Die beiden US-Touristinnen, die er angriff, sind asiatischer Abstammung. Sie waren auf Europareise und wollten am Tag nach der Tat heimfliegen. Der Vorsitzende Richter lässt am Mittwoch das Protokoll der Notrufe verlesen. Als Kelsey C. unten am Abhang neben ihrer bewusstlosen Freundin sitzt und mit einem Ersthelfer telefoniert, verwickelt der Mann sie nach einer gewissen Zeit in ein Gespräch. Sie kann ihrer keuchenden und röchelnden Freundin nicht helfen, sie schafft es nicht, sie umzudrehen, sie hat Angst, dass der Täter noch einmal kommt und sie weiter abstürzt.
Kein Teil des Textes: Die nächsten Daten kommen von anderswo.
def test_map_panels_share_one_log_norm_with_a_labelled_colourbar(data, three_years):
    from matplotlib.colors import LogNorm

    maps, _ = data
    d = figureset.map_panels(maps, period=(2023, 2025))
    norm = d.artists["norm"]
    assert isinstance(norm, LogNorm)
    assert len(d.artists["meshes"]) == 2
    assert all(m.norm is norm for m in d.artists["meshes"])  # one object: one scale
    assert d.artists["colorbar"].norm is norm
    label = d.artists["colorbar"].ax.get_xlabel()
    assert label == "net primary production (mg C m$^{-2}$ d$^{-1}$)"
    # clipped at the 2nd and 98th percentiles of both panels together (numpy.percentile)
    mean = maps["npp"].mean("time").values
    pos = mean[np.isfinite(mean) & (mean > 0)]
    assert (norm.vmin, norm.vmax) == pytest.approx(tuple(np.percentile(pos, [2, 98])))
    assert d.artists["extend"] == "both" and d.artists["colorbar"].extend == "both"
    titles = [ax.get_title() for ax in d.artists["axes"]]
    assert titles[0] == "VGPM"  # the published short name; the caption gives name and citation
    assert "vgpm" not in " ".join(titles)  # not the internal ids
    cap, _ = figureset.caption_texts(d, maps, min_coverage=0.5, folder=three_years)
    assert "VGPM: VGPM (Behrenfeld & Falkowski 1997); " in cap
    assert np.asarray(_rgb(d.figure), dtype=float).std() > 20
    import matplotlib.pyplot as plt

    plt.close(d.figure)


def test_log_ticks_are_readable():
    # hand-worked: the 1-3-10 sequence within the limits
    assert figureset._log_ticks(20.0, 5000.0) == [30, 100, 300, 1000, 3000]
    assert figureset._log_ticks(250.0, 1200.0) == [300, 500, 1000]  # narrow: 1-2-3-5


def test_land_no_data_and_low_coverage_are_told_apart(data):
    import matplotlib.pyplot as plt

    maps, _ = data
    m = maps.isel(time=slice(24, 36)).load()
    # invented for the test: a land block (coverage NaN) and an ocean block never observed
    m["coverage"][:, :, :8, :8] = np.nan
    m["npp"][:, :, :8, :8] = np.nan
    m["npp"][:, :, 30:, 30:] = np.nan
    m["coverage"][:, :, 30:, 30:] = 0.0
    d = figureset.map_panels(m, period=(2025, 2025), min_coverage=0.95, projection="latlon")
    img = _rgb(d.figure)
    assert _has_colour(img, figureset.LAND_COLOUR)
    assert _has_colour(img, figureset.NO_DATA_COLOUR)
    # the last month has no data west of 25 W: mean coverage 11/12 < 0.95 there -> stippled
    assert all(mk is not None for mk in d.artists["marks"])
    plt.close(d.figure)
    d = figureset.map_panels(m, period=(2025, 2025), min_coverage=0.5)
    assert all(mk is None for mk in d.artists["marks"])  # 11/12 >= 0.5: nothing marked
    plt.close(d.figure)
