from __future__ import annotations

import csv
import json
import os
from pathlib import Path

import dask.array as da
import numpy as np
import pytest
import xarray as xr
from click.testing import CliRunner

from euphotic import ensemble, ensemble_outputs, results
from euphotic.cli import main
from euphotic.config import load_config
from euphotic.outputs import CAUTION
from euphotic.pipeline import run

from ._grids import monthly_case

RNG = np.random.default_rng(20261203)


def _members(n: int, backend: str, shape=(6, 7)) -> list[xr.DataArray]:
    """``n`` invented maps (mg m-2 d-1) with NaN holes that differ between members, and one
    cell (0, 0) where every member is 0 (no light)."""
    lat, lon = np.linspace(-10, 10, shape[0]), np.linspace(20, 30, shape[1])
    out = []
    for k in range(n):
        v = RNG.uniform(50, 900, shape)
        v[RNG.uniform(size=shape) < 0.2] = np.nan
        v[0, 0] = 0.0
        v[-1, :] = np.nan if k == 0 else v[-1, :]  # a row only the first model misses
        data = da.from_array(v, chunks=(3, 4)) if backend == "dask" else v
        out.append(xr.DataArray(data, dims=("lat", "lon"), coords={"lat": lat, "lon": lon},
                                name=f"m{k}").assign_coords(model=f"m{k}"))
    return out


@pytest.mark.parametrize("kernel", ["compiled", "numpy"])
@pytest.mark.parametrize("backend", ["numpy", "dask"])
@pytest.mark.parametrize("n", [2, 3])
def test_map_statistics_against_numpy(n, backend, kernel, monkeypatch):
    # both paths: the compiled one-pass loop and the plain xarray reductions
    monkeypatch.setenv("EUPHOTIC_KERNEL", kernel)
    members = _members(n, backend)
    got = ensemble.map_statistics(members).compute()
    x = np.stack([np.asarray(m.values, float) for m in members])
    complete = np.isfinite(x).all(axis=0)
    assert complete.sum() > 5 and (~complete).sum() > 5  # both kinds of cells are tested
    with np.errstate(invalid="ignore"):
        want = {"npp_mean": np.mean(x, axis=0), "npp_min": np.min(x, axis=0),
                "npp_max": np.max(x, axis=0), "npp_std": np.std(x, axis=0, ddof=1)}
    for v, w in want.items():  # numpy reference, float64 both: equal to rounding
        np.testing.assert_allclose(got[v].values[complete], w[complete], rtol=1e-12)
        assert np.isnan(got[v].values[~complete]).all(), v
    # CV = std / mean, NaN where the mean is 0 (cell 0, 0: every model 0)
    ok = complete & (want["npp_mean"] != 0)
    np.testing.assert_allclose(got["npp_cv"].values[ok],
                               want["npp_std"][ok] / want["npp_mean"][ok], rtol=1e-12)
    assert np.isnan(got["npp_cv"].values[0, 0]) and got["npp_mean"].values[0, 0] == 0.0
    assert np.isnan(got["npp_cv"].values[~complete]).all()
    np.testing.assert_array_equal(got["n_models"].values, np.isfinite(x).sum(axis=0))
    assert got["npp_std"].attrs["ddof"] == 1
    assert got["npp_mean"].attrs["ensemble_models"] == " ".join(f"m{k}" for k in range(n))


def test_map_statistics_takes_a_model_dimension_and_stays_lazy(no_compute):
    members = xr.concat(_members(3, "dask"), dim="model")
    with no_compute:  # nothing is computed while the statistics are built
        stats = ensemble.map_statistics(members)
    assert all(isinstance(v.data, da.Array) for v in stats.data_vars.values())
    ref = ensemble.map_statistics(list(members.transpose("model", ...))).compute()
    xr.testing.assert_allclose(stats.compute(), ref)


def test_map_statistics_bad_members():
    one = _members(1, "numpy")
    with pytest.raises(ensemble.EnsembleError, match="at least two models, not 1"):
        ensemble.map_statistics(one)
    a, b = _members(2, "numpy")
    with pytest.raises(ensemble.EnsembleError, match="member 1 is on another grid"):
        ensemble.map_statistics([a, b.isel(lat=slice(1, None))])
    with pytest.raises(ensemble.EnsembleError, match="no 'model' dimension"):
        ensemble.map_statistics(a)


def _totals(values, flags=None, areas=None):
    dims = ("region", "month", "model")
    v = np.asarray(values, float)
    coords = {"region": ["A", "B", "C"][: v.shape[0]], "model": ["x", "y", "z"][: v.shape[2]]}
    t = xr.DataArray(v, dims=dims, coords=coords, attrs={"units": "Tg"})
    f = xr.DataArray(np.full(v.shape, "", object) if flags is None else np.asarray(flags, object),
                     dims=dims, coords=coords)
    a = None if areas is None else xr.DataArray(np.asarray(areas, float), dims=dims,
                                                coords=coords)
    return t, f, a


def test_total_statistics_against_numpy_and_flags():
    # region A: three models with totals; region B: model y flagged low_coverage (month 0) and
    # model z without a total (month 1)
    vals = [[[10.0, 14.0, 12.0], [1.0, 2.0, 6.0]],
            [[5.0, 4.0, 6.0], [3.0, 3.5, np.nan]]]
    flags = [[["", "", ""], ["", "", ""]],
             [["", "low_coverage", ""], ["", "", ""]]]
    t, f, _ = _totals(vals, flags)
    s = ensemble.total_statistics(t, f)
    a = np.array(vals[0])
    np.testing.assert_allclose(s["mean"].sel(region="A").values, np.mean(a, axis=1))
    np.testing.assert_allclose(s["min"].sel(region="A").values, np.min(a, axis=1))
    np.testing.assert_allclose(s["max"].sel(region="A").values, np.max(a, axis=1))
    np.testing.assert_allclose(s["std"].sel(region="A").values, np.std(a, axis=1, ddof=1))
    # worked by hand: month 0 of A: mean 12, std 2 (deviations -2, 2, 0; 8 / 2 = 4), CV 1/6
    assert s["cv"].values[0, 0] == pytest.approx(2.0 / 12.0, rel=1e-12)
    assert list(s["min_model"].values[0]) == ["x", "x"]
    assert list(s["max_model"].values[0]) == ["y", "z"]
    assert list(s["flag"].values[0]) == ["", ""]
    # a flagged or missing member: no statistics, and the flag says which and why
    assert np.isnan(s["mean"].values[1]).all() and np.isnan(s["cv"].values[1]).all()
    assert list(s["flag"].values[1]) == ["low_coverage:y", "missing:z"]
    assert list(s["n_models"].values[1]) == [3, 2]
    assert s["std"].attrs["ddof"] == 1 and s["mean"].attrs["units"] == "Tg"
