"""Tiny NetCDF inputs written into a test's tmp_path (fixtures with hand-worked answers)."""

from __future__ import annotations

from pathlib import Path

import numpy as np
import xarray as xr

CHL_STD = "mass_concentration_of_chlorophyll_a_in_sea_water"
PAR_STD = "surface_downwelling_photosynthetic_photon_flux_in_air"
SST_STD = "sea_surface_temperature"


def grid(lat0: float, lat1: float, lon0: float, lon1: float, res: float):
    lat = np.arange(lat0 + res / 2, lat1, res)
    lon = np.arange(lon0 + res / 2, lon1, res)
    return lat, lon


def write_field(
    path: Path,
    name: str,
    std: str,
    units: str,
    values: np.ndarray,
    lat,
    lon,
    *,
    start: str | None = None,
    end: str | None = None,
    time: str | None = None,
    time_bounds: tuple[str, str] | None = None,
) -> Path:
    """One 2-D field; dated by ACDD attrs (start/end), a time stamp, or time bounds."""
    attrs = {"Conventions": "CF-1.8"}
    coords = {
        "lat": ("lat", lat, {"standard_name": "latitude", "units": "degrees_north"}),
        "lon": ("lon", lon, {"standard_name": "longitude", "units": "degrees_east"}),
    }
    va = {"standard_name": std, "units": units}
    if time is not None or time_bounds is not None:
        t = np.datetime64(time or time_bounds[0], "ns")
        coords["time"] = ("time", [t], {"standard_name": "time"})
        data = {name: (("time", "lat", "lon"), np.asarray(values, "f4")[None], va)}
        ds = xr.Dataset(data, coords=coords, attrs=attrs)
        if time_bounds is not None:
            ds["time"].attrs["bounds"] = "time_bnds"
            ds["time_bnds"] = (("time", "nv"), np.array([time_bounds], dtype="datetime64[ns]"))
    else:
        if start is not None:
            attrs.update(time_coverage_start=start, time_coverage_end=end)
        ds = xr.Dataset(
            {name: (("lat", "lon"), np.asarray(values, "f4"), va)}, coords=coords, attrs=attrs
        )
    enc = {name: {"_FillValue": np.float32(-999.0)}}
    if "time" in ds.coords:
        enc["time"] = {"units": "days since 2000-01-01"}
        if "time_bnds" in ds:
            enc["time_bnds"] = {"units": "days since 2000-01-01"}
    path.parent.mkdir(parents=True, exist_ok=True)
    ds.to_netcdf(path, encoding=enc)
    return path


def write_config(path: Path, body: str) -> Path:
    path.write_text(body)
    return path


def box_run_config(path: Path, name: str, box: list[float], *, chl: str = "chl/*.nc",
                   models: str = "") -> Path:
    """A run config over chl/, par/ and sst/ beside ``path``, ocean from temperature, one box."""
    run_models = f"models = [{models}]\n" if models else ""
    return write_config(path, f"""
[run]
{run_models}output_dir = "out"
figures = false
[inputs.chl]
files = "{chl}"
[inputs.par]
files = "par/*.nc"
[inputs.sst]
files = "sst/*.nc"
[ocean]
source = "temperature"
[[regions]]
name = "{name}"
box = {box}
""")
Sie wartet auf einen Hubschrauber der Bergwacht.

Der Ersthelfer will die 22-Jährige beruhigen, also lässt er sie erzählen: Dass sie Computer-Ingenieurwesen studiert hat, dass sie - genau wie ihre Freundin - zu Hause in den USA schon eine Stelle als Softwareingenieurin gefunden hat. Sie sagt, dass sie an diesem Tag auf Wanderwegen unterwegs gewesen seien, aber noch nicht im Schloss Neuschwanstein selbst. Sie hätten sich das für später aufgespart. Dann aber sagt Kelsey C. am Telefon: "Ich glaube nicht, dass das noch passiert."